# What is a Poodle Mom to do???



## Rhett'smom (Sep 23, 2012)

Now I have read about the " teen age phase in poodles" and have been have expected it for some time with Rhett ( spoo 21 months) and it never really happened. Jippy ( toy 13 months) has hit that phase with the same energy that he has has all of his life... He has become the Pied Piper of trouble not only for himself but leading Rhett into trouble as well. Now this is not a pity me post but an asking of ideas to corral these to "angels" short of 7 mile walks. Tired mentally stimulated dogs don't get into trouble, however life does not allow those miles of walks. Both of them are usually very well behaved but it is like Jippy says to Rhett in the morning lets try this and see what happens. And poof off into misbehaving land they go.

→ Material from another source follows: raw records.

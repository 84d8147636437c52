import { z } from "zod";
import { requireActor } from "@/features/access/server/permissions";
import { json, parseParams, readJson, route } from "@/features/platform/server/http";
import { isoDate, seasonWeekPatchSchema } from "@/features/planning/schemas";
import { updateSeasonWeek } from "@/features/planning/server";

/** PATCH one generated week of a season: block, role, volume target, budget preset, retest. */
export const PATCH = route<RouteContext<"/api/seasons/[id]/weeks/[weekStart]">>(async (req, ctx) => {
  const actor = await requireActor(req.headers);
  const { id, weekStart } = parseParams(
    await ctx.params,
    z.object({ id: z.string().min(1).max(100), weekStart: isoDate }),
  );
  return json(await updateSeasonWeek(actor, id, weekStart, await readJson(req, seasonWeekPatchSchema)));
});
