"""The ``lagdesk`` command line: output shapes, exit codes and messages, end to end on tmp files.

The ``identify --json`` shape is the one fixed in issue 2 (checked with a JSON Schema); the
``status --json`` shape the one fixed in issue 4. A file that cannot be used exits with code 2
and one line on stderr; a series that cannot be used is listed with its reason and the command
still succeeds. ``decide`` records verdicts through the review service; a request it refuses
(a stale version, a bad combination of options) exits with code 2 and one line, and changes
nothing.
"""

from __future__ import annotations

import json
import os
import shlex
import sqlite3
import subprocess
import sys
from contextlib import closing
from dataclasses import replace
from pathlib import Path

import jsonschema
import numpy as np
import pandas as pd
import pytest
from jobs.simulated_portfolio import SHORT_SERIES_ID, simulated_series, write_portfolio_csv
from threadpoolctl import threadpool_limits

from app.cli import (
    DECIDE_ACTIONS,
    build_parser,
    demo_next_steps,
    identify_table,
    lagdesk_script,
    main,
    path_as_typed,
    server_settings,
    typed_command,
)
from app.core.errors import LagdeskError, SeriesProblem
from app.core.order import Order
from app.core.portfolio_file import RawSeries, read_portfolio
from app.core.prepare import prepare_series
from app.core.series_ids import visible
from app.core.vocabulary import DECIDED, SAFETY_CAUTION, Confidence, reason_words
from app.jobs.analyze import run_analysis
from app.jobs.demo import DEMO_PORTFOLIO, build_demo_database
from app.jobs.work import SeriesTask, identify_task
from app.store.analyses import analysis_record, load_analysis, main_reason
from app.store.database import DB_ENV_VAR, open_database
from app.store.imports import import_portfolio
from app.store.runs import latest_run
from app.store.status import portfolio_status
from app.store.verdicts import STATUSES, get_verdict, verdict_history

Then give the " he made me do it looks" and try to both act innocent. Which then a time out happens. It is like you can see the plotting happen before my eyes. Funny but trying at times. Any advice is welcomed...

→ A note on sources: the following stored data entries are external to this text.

"""The chain walked once per drawn circuit: the statistical methods' engine (rss, montecarlo).

A row j is one built circuit: its component values, each op amp's signed offset and bias, its
rails and its temperature. Every toleranced quantity is a column of a deviate matrix D (J, K) with
d = +/-1 at the ends of its tolerance:

    value    = nominal (1 + tol d_tol) (1 + tempco dT d_tc)       dT = |T - 25 C| of the row
    offset   = offset d_os + offset_drift dT d_dr      bias = hot bias d_b (part_limits)
    rail     = nominal (1 + tol d)                      (positive and negative rails apart)
    net      = value (1 + tol d_tol) (1 + tempco dT d_tc)   (one column per net, every stage's)
               ratiometric: fraction (1 + tol d_tol) (1 + tempco dT d_tc) x its rail's positive
               (the very column of that rail, so its windows and the net move together)

The signal stays the operating envelope (both ends of the source ranges, +/- the AC peak, every
frequency evaluated), carried per row as Signal arrays (J, F) with no reduction over rows: for one
circuit the bound formulas of walks/signal_bounds.py are exact. Offsets and bias enter as a signed shift.
A row whose stage leaves the linear regime passes its output clamped to its own window.

What drives each stage is the row's own: the source impedance, a saturated stage's output
resistance, or the Thevenin impedance of the passive stage before it per row and frequency
(complex, blocks/passive.py), exact for the circuit. Stages form a tree (`from`): each row of a
stage is fed its parent's same row, and an output is loaded by every stage it feeds. The
conductance a stage's input presents is a single number in the block interface; it is taken at
its worst over the tolerance, as the corners method takes it, so a row never depends on the other
rows beside it.
"""

from __future__ import annotations

from dataclasses import dataclass, field, replace
from functools import cached_property

import numpy as np

from railroom.engine.circuit.blocks.base import InputLoad
from railroom.engine.verdict.margins import load_currents, one_load, opamp_margins, output_drops
from railroom.engine.circuit.model import Chain
from railroom.engine.circuit.opamp import TWO_PI, inverse_open_loop, laplace_grid
from railroom.engine.circuit.part_limits import (
    curve_level,
    differential_margin,
    hot_bias,
    saturated_differential,
)
from railroom.engine.walks.preparation import StagePlan
from railroom.engine.circuit.returned_levels import returned_level
from railroom.engine.walks.sibling_loads import drawn_conductances, drawn_view
from railroom.engine.walks.signal_bounds import DifferentialSignal, Signal, loaded_bounds, node_bounds
from railroom.engine.verdict.results import StageResult
from railroom.engine.walks.bounds_walk import (
    SLOPE_KEEPING,
    converter_loaded,
    load_behind,
    settled_by_next,
    plan_parents,
    shows_input_of,
    tree_children,
)
from railroom.engine.circuit.model import NetValue
from railroom.engine.circuit.nets import used_nets

SATURATED_CHECKS = ("input-high", "input-low", "current")
PEAK_SPREAD = 1.5  # decisive_from: three rows' extremes this close in frequency are one moved peak
PEAK_STEP = 0.002  # decisive_from: the relative spacing kept inside one moved peak's range
BIAS_WIDTH = "bias width"  # bounds_of's `known` key: Layout.bias_width
KEPT_PARTS = 4  # 1/A(s) per row kept for this many parts at once (stages share parts)


@dataclass(frozen=True)
class Variable:
    """One column of the deviate matrix."""

    stage: int | None  # plan index (1-based); None for rails
    quantity: str  # field name, "offset", "bias", or "rails.<name>.positive|negative"
    kind: str  # tolerance | tempco | offset | drift | bias | rail
    scale: float  # the deviation at d = 1: a fraction, or volts / amperes / V per C
    amp: int = 0  # op amp index inside the stage (offset, drift, bias)

    @property
    def label(self) -> str:
        """The quantity as a user names it: the stage field, the part's offset, or the rail."""
        if self.stage is None:
            return self.quantity
        return f"stage.{self.stage}.{self.quantity}"


@dataclass(frozen=True)
class RowPeaks:
    """Where each row reads its own response peaks (row_freqs, fitted by peak_layout): column
    `columns[g]` of the layout's frequencies is, for a row with features x,

        f_g = exp(base[g] + x . slopes[:, g])      clipped to the band `band`

    with x_v = ln(1 + scale_v d_v) for a tolerance column and ln(1 + scale_v dT d_v) for a
    temperature coefficient (`tempco`): the log of the factor that column puts on its value
    (module docstring), so a peak set by a product of powers of the values (w0 of any
    second-order section) is exactly linear in x."""

    columns: np.ndarray  # (G,) indices into Layout.freqs
    base: np.ndarray  # (G,) ln f at d = 0 (plus any offset of a widened peak)
    slopes: np.ndarray  # (V, G) d ln f / d x_v
    used: np.ndarray  # (V,) the variable of each x_v
    scales: np.ndarray  # (V,)
    tempco: np.ndarray  # (V,) bool
    band: tuple[float, float]


@dataclass(frozen=True)
class Layout:
    """Everything fixed across rows: plans, the frequencies walked, columns, worst-case figures."""

    chain: Chain
    plans: list[StagePlan]
    freqs: np.ndarray
    variables: tuple[Variable, ...]
    loads: tuple[tuple[InputLoad, ...], ...]  # per stage what each stage it feeds draws (worst)
    amps: tuple[int, ...]  # op amps per stage
    corner: tuple[StageResult, ...]  # corners results: thresholds and reaches of saturated stages
    # stage fed by a passive stage feeding several -> what the others draw (sibling_loads.py)
    siblings: dict = field(default_factory=dict, compare=False)
    # the bias currents as a width either way per row (bias_width_of; Monte Carlo), or as the
    # signed shift Ib (|g+| + |g-|) linear in the column (the sensitivities of rss: signed_rows)
    bias_width: bool = True
    # Monte Carlo's frequencies per row (row_freqs): the columns of `freqs` that each row moves
    # to its own response peaks; None: every row walks `freqs` itself
    peaks: RowPeaks | None = field(default=None, compare=False)

    def column(self, stage: int | None, quantity: str, kind: str, amp: int = 0) -> int | None:
        return self.columns.get((stage, quantity, kind, amp))

    @cached_property
    def columns(self) -> dict[tuple, int]:
        """(stage, quantity, kind, amp) -> its first column: looked up per stage and chunk."""
        found: dict[tuple, int] = {}
        for k, var in enumerate(self.variables):
            found.setdefault((var.stage, var.quantity, var.kind, var.amp), k)
        return found


@dataclass(frozen=True)
class StageDraws:
    """Per-row results of one stage: arrays of shape (J,)."""

    out_lo: np.ndarray
    out_hi: np.ndarray
    amps: tuple[dict[str, np.ndarray], ...]  # per op amp: check margins, "out"/"in" spans
    margins: dict[str, np.ndarray]  # per check: least over the stage's op amps
    linear: np.ndarray  # bool: no linear check violated (saturated: inputs, current)


def build_layout(
    chain: Chain, plans: list[StagePlan], freqs: np.ndarray, prepared, corner: list[StageResult]
) -> Layout:
    """Columns for every toleranced quantity; drive and load figures from the corners pass."""
    variables: list[Variable] = []
    amps = []
    for plan, response in zip(plans, prepared.responses):
        for name, q in plan.quantities.items():
            if isinstance(q, NetValue):
                continue  # a shared column (below), never the stage's own
            if q.tolerance:
                variables.append(Variable(plan.index, name, "tolerance", q.tolerance))
            if q.tempco:
                variables.append(Variable(plan.index, name, "tempco", q.tempco))
        count = (1 if plan.block.saturates else len(response.opamps)) if plan.part else 0
        amps.append(count)
        for j in range(count):
            part = plan.part
            assert part is not None  # count is 0 without one
            variables += [
                Variable(plan.index, "offset", "offset", part.offset, j),
                Variable(plan.index, "offset", "drift", part.offset_drift, j),
                Variable(plan.index, "bias", "bias", hot_bias(part, chain.conditions), j),
            ]
    for rails in chain.rails.values():
        if rails.tolerance:
            variables += [
                Variable(None, f"rails.{rails.name}.positive", "rail", rails.tolerance),
                Variable(None, f"rails.{rails.name}.negative", "rail", rails.tolerance),
            ]
    for name in used_nets(plans):
        net = chain.nets[name]
        shared = net.value if net.value is not None else net.fraction
        if shared is not None:
            variables += [
                Variable(None, f"nets.{name}", "tolerance", shared.tolerance or 0.0),
                Variable(None, f"nets.{name}", "tempco", shared.tempco or 0.0),
            ]
    variables = [v for v in variables if v.scale]
    children = tree_children(plan_parents(plans))
    rise = chain.conditions.worst_temperature_rise
    hottest = max(chain.conditions.temperature)
    loads = [
        load_behind(plans, prepared.responses, k, rise, prepared.values, hottest, children)
        for k in range(len(plans))
    ]
    return Layout(
        chain,
        plans,
        np.asarray(freqs, dtype=float),
        tuple(variables),
        tuple(loads),
        tuple(amps),
        tuple(corner),
        {k: view.load for k, view in getattr(prepared, "views", {}).items()},
    )


def signed_rows(layout: Layout) -> Layout:
    """The layout with each row's bias currents a signed shift, linear in its column: the
    sensitivities rss takes by differences (aids/sensitivity.py) see the full Ib (|g+| + |g-|)
    per column there, where a width (bias_width_of) has no slope at d = 0."""
    from dataclasses import replace

    return replace(layout, bias_width=False)


def with_freqs(layout: Layout, freqs: np.ndarray) -> Layout:
    from dataclasses import replace

    return replace(layout, freqs=np.asarray(freqs, dtype=float))


def _deviate(layout: Layout, D: np.ndarray, stage, quantity, kind, amp=0) -> np.ndarray | float:
    k = layout.column(stage, quantity, kind, amp)
    return 0.0 if k is None else D[:, k]


def stage_values(layout: Layout, plan: StagePlan, D: np.ndarray, dT: np.ndarray) -> dict:
    """The row's component values as (J, 1) columns."""
    rows = D.shape[0]
    values = {}
    for name, q in plan.quantities.items():
        if isinstance(q, NetValue):
            values[name] = np.broadcast_to(net_rows(layout, q.net, D, dT), (rows,))[:, None]
            continue
        tol = _deviate(layout, D, plan.index, name, "tolerance")
        tc = _deviate(layout, D, plan.index, name, "tempco")
        value = q.value * (1 + (q.tolerance or 0.0) * tol) * (1 + (q.tempco or 0.0) * dT * tc)
        values[name] = np.broadcast_to(np.asarray(value, dtype=float), (rows,))[:, None]
    return values


def net_rows(layout: Layout, name: str, D: np.ndarray, dT: np.ndarray) -> np.ndarray | float:
    """The net's value per row: its own columns, and a ratiometric net's rail column."""
    net = layout.chain.nets[name]
    q = net.value if net.value is not None else net.fraction
    assert q is not None
    tol = _deviate(layout, D, None, f"nets.{name}", "tolerance")
    tc = _deviate(layout, D, None, f"nets.{name}", "tempco")
    value = q.value * (1 + (q.tolerance or 0.0) * tol) * (1 + (q.tempco or 0.0) * dT * tc)
    if net.rail is not None:
        rails = layout.chain.rails[net.rail]
        value = (
            value
            * rails.positive
            * (1 + rails.tolerance * _deviate(layout, D, None, f"rails.{rails.name}.positive", "rail"))
        )
    return value


def row_rails(layout: Layout, plan: StagePlan, D: np.ndarray) -> tuple[np.ndarray, np.ndarray]:
    rails = plan.rails
    pos = rails.positive * (
        1 + rails.tolerance * _deviate(layout, D, None, f"rails.{rails.name}.positive", "rail")
    )
    neg = rails.negative * (
        1 + rails.tolerance * _deviate(layout, D, None, f"rails.{rails.name}.negative", "rail")
    )
    shape = (D.shape[0],)
    return np.broadcast_to(pos, shape), np.broadcast_to(neg, shape)


def row_errors(layout: Layout, plan: StagePlan, D: np.ndarray, dT: np.ndarray):
    """Signed offsets (J, n) and bias currents (J, n) of the stage's op amps."""
    part, count, rows = plan.part, layout.amps[plan.index - 1], D.shape[0]
    offsets, bias = np.zeros((rows, count)), np.zeros((rows, count))
    for j in range(count):
        assert part is not None  # count is 0 without one
        offsets[:, j] = part.offset * _deviate(
            layout, D, plan.index, "offset", "offset", j
        ) + part.offset_drift * dT * _deviate(layout, D, plan.index, "offset", "drift", j)
        bias[:, j] = hot_bias(part, layout.chain.conditions) * _deviate(
            layout, D, plan.index, "bias", "bias", j
        )
    return offsets, bias


def shift_of(node, offsets: np.ndarray, bias: np.ndarray) -> np.ndarray | float:
    """A node's output shift for the row's signed offsets (error gains of blocks/base.Node)."""
    if node.offset_gain is None:
        return 0.0
    total = 0.0
    for j in range(offsets.shape[1]):  # op amps of the stage, not draws
        total = total + node.offset_gain[:, j] * offsets[:, j]
    return total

Sent from Petguide.com Free App


----------



## lily cd re (Jul 23, 2012)

You hit on part of your solution with your description of what you are doing. A very long walk makes a dog physically tired but doesn't really provide the dog with much mental exercise (at least not like what a poodle needs to make its brain tired). why not try trick training? This will save you some of the walking and give your dogs thinking face time with you that should compliment the physical activity of the walks.


----------



## Rhett'smom (Sep 23, 2012)

On line shopping is a great thing. ... Just ordered a beginning agility set .., so more fun to come 


Sent from Petguide.com Free App


----------



## QuigleysMom (Jan 9, 2014)

*make a dog have to think for everything*

I bought some 'toys' to hide treats and food. It make eating fun and treats they need to be smart and earn them but opening little doors and slides. Trust me any poodle can figure it out but they still have the THINK. THINKING makes them tired! 

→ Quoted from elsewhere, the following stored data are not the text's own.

# Partials between the 44.1 kHz Nyquist (22050 Hz) and 24 kHz: converting the ident to 44.1 kHz
# must remove them.
SPARKLE_PARTIALS_HZ = (22400.0, 23000.0, 23600.0)


def make_promo(rng, *, fs=PROMO_RATE_HZ, duration_s=PROMO_S):
    """A mono station ident: a rising bell arpeggio, a spoken-like tag and a sparkle layer above
    22.05 kHz. Peak -2 dBFS."""
    n_total = int(round(fs * duration_s))
    out = np.zeros(n_total)
    for i, note in enumerate((62, 66, 69, 74, 78)):
        start = int(i * 0.14 * fs)
        tone = pluck(n_total - start, fs, rng, f0_hz=_midi_hz(note), tau_s=1.2,
                     top_hz=12000.0, inharmonicity=6e-4)
        out[start:] += 0.25 * tone
    tag = _phrase(fs, rng, pitch_hz=(120.0, 170.0), syllables=4)[: int(2.1 * fs)]
    tag *= _fade(tag.size, fs, attack_ms=5, release_ms=60) / np.abs(tag).max()
    start = int(1.2 * fs)
    out[start:start + tag.size] += 0.7 * tag
    out += room_tone(n_total, fs, rng, level_db=-66.0, hum_db=-90.0)
    t = np.arange(n_total) / fs
    env = np.exp(-t / 0.9) * (1.0 - np.exp(-t / 0.01))
    for f in SPARKLE_PARTIALS_HZ:
        out += db(-30.0) * env * np.sin(2 * np.pi * f * t + rng.uniform(0, 2 * np.pi))
    out *= _fade(n_total, fs, attack_ms=2, release_ms=300)
    return out * (db(-2.0) / np.abs(out).max())


# ---------------------------------------------------------------------------------------------
# writing and figures

def to_codes(x, rng, *, bits):
    """TPDF-dithered integer codes (triangular dither of +-1 LSB, common practice) in the
    int16 / int32-shifted form the writer keeps exactly."""
    full = 2 ** (bits - 1)
    tpdf = rng.uniform(-0.5, 0.5, x.shape) + rng.uniform(-0.5, 0.5, x.shape)
    codes = np.clip(np.round(x * (full - 1) + tpdf), -full, full - 1)
    if bits == 16:
        return codes.astype(np.int16)
    return codes.astype(np.int32) << 8


def oversampled_peak(x, *, factor=8):
    """Peak magnitude of x interpolated ``factor`` times by FFT zero padding (an estimate of
    the true peak of the continuous signal; the edges are treated as periodic)."""
    x = np.atleast_2d(x.T).T
    n = x.shape[0]
    spectrum = np.fft.rfft(x, axis=0)
    up = np.fft.irfft(spectrum, n * factor, axis=0) * factor
    return float(np.abs(up).max())


def _dbfs(value):
    return 20.0 * np.log10(max(value, 1e-12))


def write_demo(path, signal, rate_hz, rng, *, bits, tags):
    """Write ``signal`` (frames or frames x channels) as dithered codes; return the figures of
    the written file (read back through webapp.media)."""
    data = signal if signal.ndim == 2 else signal[:, None]
    plan = output_plan(path, rate_hz=rate_hz, channels=data.shape[1], bits=str(bits))
    with AtomicWriter(path, plan, tags=tags) as out:
        out.write(to_codes(data, rng, bits=bits))
    info = probe(path)
    data = np.concatenate(list(read_blocks(path)))  # figures of what was written, read back
    return {
        "file": os.path.basename(path),
        "rate_hz": info.rate_hz,
        "channels": info.channels,
        "subtype": info.subtype,
        "duration_s": round(info.duration_s, 3),
        "size_bytes": info.size_bytes,
        "peak_dbfs": round(_dbfs(np.abs(data).max()), 2),
        "oversampled_peak_dbfs": round(_dbfs(oversampled_peak(data)), 2),
        "rms_dbfs": round(_dbfs(np.sqrt(np.mean(data ** 2))), 2),
        "sha256": sha256_file(path),
    }


def _tags(title, comment):
    return {
        "title": title,
        "artist": "Harbour Lane Radio (invented)",
        "album": "Rateferry demo media",
        "comment": comment,
        "copyright": "Invented demo data, generated by scripts/make_demo_media.py",
        "date": "2026",
    }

Don't give them food unless they do some commands (sit, twirl, paw..whatever). make them earn it!


----------



## Poodlebeguiled (May 27, 2013)

I think walks can be mentally stimulating, depending how much you let them sniff, investigate, etc. Going to different places, where they see, smell and hear _novel_ things, socializing with new people or dogs every day. It's all good. If there's a safe, fenced place where they can really run, that's good too. Periodically through the day, you can work on one new obedience skill plus others you've been working on. Tricks are a great idea too...fun and mentally stimulating. Those things plus maturity should help shape your pup into a nice, civilized dog that's a joy to live with. Some kind of class once a week is good too.


----------



## lily cd re (Jul 23, 2012)

Poodlebeguiled, I agree walks can be interesting, but aren't always so. If you ask for things along the way and allow free dog sniff time then yes the walk is physical and mental exercise. For example, when I get to stop signs I stop and I expect a sit and a look at me before we move on. I also give free dog go sniff time in the middle of the walk.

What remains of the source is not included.